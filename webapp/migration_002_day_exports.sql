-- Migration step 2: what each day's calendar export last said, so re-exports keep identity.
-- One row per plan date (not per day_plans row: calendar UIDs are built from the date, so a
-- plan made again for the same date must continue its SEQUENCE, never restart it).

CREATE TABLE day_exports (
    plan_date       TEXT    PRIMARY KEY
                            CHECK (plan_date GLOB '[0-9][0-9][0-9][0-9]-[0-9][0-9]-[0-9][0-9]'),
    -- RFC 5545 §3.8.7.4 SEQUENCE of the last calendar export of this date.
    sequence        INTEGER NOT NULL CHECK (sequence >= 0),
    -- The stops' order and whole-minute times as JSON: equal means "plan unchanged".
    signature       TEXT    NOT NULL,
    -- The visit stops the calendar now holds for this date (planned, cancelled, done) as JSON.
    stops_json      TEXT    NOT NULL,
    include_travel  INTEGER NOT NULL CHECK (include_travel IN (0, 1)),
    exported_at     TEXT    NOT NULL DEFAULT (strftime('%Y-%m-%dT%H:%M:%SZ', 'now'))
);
------------------------
*WHAT IS REQUIRED*. Return the line where "NULL CHECK (include_travel" appears, then every line after it to the end of the listing, all exactly as written.

*ANSWER SECTION*.
    include_travel  INTEGER NOT NULL CHECK (include_travel IN (0, 1)),
    exported_at     TEXT    NOT NULL DEFAULT (strftime('%Y-%m-%dT%H:%M:%SZ', 'now'))
);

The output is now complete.